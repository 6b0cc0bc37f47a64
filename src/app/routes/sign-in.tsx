import { Link, useNavigate, useSearchParams } from 'react-router';
import { Alert } from '@/components/ui/alert';
import { paths } from '@/config/paths';
import { AuthCard } from '@/features/auth/components/auth-card';
import { SignInForm } from '@/features/auth/components/sign-in-form';
import { NEXT_FALLBACK, nextPathSafe } from '@/features/auth/lib/next-path';

export { signedOutLoader as signInLoader } from '@/features/auth/lib/route-guards';

export function SignInRoute() {
  const [params] = useSearchParams();
  const navigate = useNavigate();
  const next = nextPathSafe(params.get('next'));
  return (
    <AuthCard
      title="Sign in"
      description="Use the e-mail and password of your Knitwright account."
      footer={
        <>
          Setting up a new studio?{' '}
          <Link to={paths.signUp.href()} className="font-medium text-accent underline underline-offset-2 hover:text-accent-strong">
            Create a studio account
          </Link>
        </>
      }
    >
      {next !== NEXT_FALLBACK && (
        <Alert tone="info" className="mb-5">
          Sign in to continue to the page you opened.
        </Alert>
      )}
      <SignInForm onSignedIn={() => void navigate(next, { replace: true })} />
      <p className="mt-4 text-center text-sm">
        <Link to={paths.forgotPassword.href()} className="inline-flex min-h-touch items-center font-medium text-accent underline underline-offset-2 hover:text-accent-strong">
          Forgot your password?
        </Link>
      </p>
    </AuthCard>
  );
}
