import { useCallback, useEffect, useRef, useState } from 'react';
import { useNavigate, useSearchParams } from 'react-router';
import { Alert } from '@/components/ui/alert';
import { Button } from '@/components/ui/button';
import { LoadingState } from '@/components/ui/loading-state';
import { PageHeader } from '@/components/ui/page-header';
import { paths } from '@/config/paths';
import { isOwner, useMember } from '@/features/auth/hooks/use-member';
import { useClients } from '@/features/clients/api/get-clients';
import { ClientCreateDialog } from '@/features/clients/components/client-create-dialog';
import { ClientsEmpty } from '@/features/clients/components/clients-empty';
import { ClientsPager } from '@/features/clients/components/clients-pager';
import { ClientsTable } from '@/features/clients/components/clients-table';
import { ClientsToolbar } from '@/features/clients/components/clients-toolbar';
import { useDebouncedValue } from '@/hooks/use-debounced-value';
import { listParamsRead, listParamsWrite, listQuery, pageCount, type ClientListParams } from '@/features/clients/lib/list-params';

/** Typing settles for this long before the list is searched. */
const SEARCH_DEBOUNCE_MS = 300;

export function ClientsRoute() {
  const me = useMember();
  const owner = isOwner(me);
  const navigate = useNavigate();
  const [searchParams, setSearchParams] = useSearchParams();
  const params = listParamsRead(searchParams);
  const [searchText, setSearchText] = useState(params.q);
  const debouncedSearch = useDebouncedValue(searchText, SEARCH_DEBOUNCE_MS);
  const [adding, setAdding] = useState(false);

  const paramsSet = useCallback(
    (change: Partial<ClientListParams>) => {
      setSearchParams((prev) => listParamsWrite({ ...listParamsRead(prev), page: 1, ...change }), { replace: true });
    },
    [setSearchParams],
  );

  // Typing writes the search to the address once it settles; only a new settled text does, so
  // Back and Forward (which change the address) are never undone by a stale search box.
  const written = useRef(debouncedSearch);
  useEffect(() => {
    if (debouncedSearch === written.current) return;
    written.current = debouncedSearch;
    setSearchParams(
      (prev) => {
        const current = listParamsRead(prev);
        return current.q === debouncedSearch ? prev : listParamsWrite({ ...current, page: 1, q: debouncedSearch });
      },
      { replace: true },
    );
  }, [debouncedSearch, setSearchParams]);
  // ...and an address changed by Back or Forward puts its search back in the box.
  const [shownQ, setShownQ] = useState(params.q);
  if (params.q !== shownQ) {
    setShownQ(params.q);
    if (params.q !== debouncedSearch) setSearchText(params.q);
  }

  const clients = useClients(listQuery(params));
  const total = clients.data?.total ?? 0;
  const pages = pageCount(total, clients.data?.pageSize);

  const addButton = (
    <Button variant="primary" onClick={() => setAdding(true)}>
      Add client
    </Button>
  );

  return (
    <div>
      <PageHeader
        title="Clients"
        description="Everyone the studio makes for, with their fittings. Open a client to see their measurements or take a new set."
        actions={owner ? addButton : null}
      />
      <ClientsToolbar
        search={searchText}
        onSearchChange={setSearchText}
        status={params.status}
        onStatusChange={(status) => paramsSet({ status })}
        summary={clients.data ? `${total} ${total === 1 ? 'client' : 'clients'}` : ''}
      />
      {clients.isPending && <LoadingState>Loading clients…</LoadingState>}
      {clients.isError && (
        <Alert tone="error" title="The clients could not be loaded">
          {clients.error.message} Reload the page to try again.
        </Alert>
      )}
      {clients.data && clients.data.items.length === 0 && (
        <ClientsEmpty
          search={params.q}
          status={params.status}
          canEdit={owner}
          addAction={addButton}
          onSearchClear={() => {
            setSearchText('');
            paramsSet({ q: '' });
          }}
        />
      )}
      {clients.data && clients.data.items.length > 0 && (
        <>
          <ClientsTable
            rows={clients.data.items}
            params={params}
            showContact={owner}
            clientHref={paths.client.href}
            stale={clients.isPlaceholderData}
            onSortChange={(sort, order) => paramsSet({ sort, order })}
          />
          <ClientsPager page={Math.min(params.page, pages)} pages={pages} onPageChange={(page) => paramsSet({ page })} />
        </>
      )}
      {owner && (
        <ClientCreateDialog
          open={adding}
          onClose={() => setAdding(false)}
          onCreated={(client) => {
            setAdding(false);
            void navigate(paths.client.href(client.id));
          }}
        />
      )}
    </div>
  );
}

+---+

**Required work**
Transcribe each line of the data above, unaltered, from the one where "const [searchParams, setSearchParams]" appears to the one where "const current = listParamsRead(prev);" appears, inclusive of both.

**Written reply**
  const [searchParams, setSearchParams] = useSearchParams();
  const params = listParamsRead(searchParams);
  const [searchText, setSearchText] = useState(params.q);
  const debouncedSearch = useDebouncedValue(searchText, SEARCH_DEBOUNCE_MS);
  const [adding, setAdding] = useState(false);

  const paramsSet = useCallback(
    (change: Partial<ClientListParams>) => {
      setSearchParams((prev) => listParamsWrite({ ...listParamsRead(prev), page: 1, ...change }), { replace: true });
    },
    [setSearchParams],
  );

  // Typing writes the search to the address once it settles; only a new settled text does, so
  // Back and Forward (which change the address) are never undone by a stale search box.
  const written = useRef(debouncedSearch);
  useEffect(() => {
    if (debouncedSearch === written.current) return;
    written.current = debouncedSearch;
    setSearchParams(
      (prev) => {
        const current = listParamsRead(prev);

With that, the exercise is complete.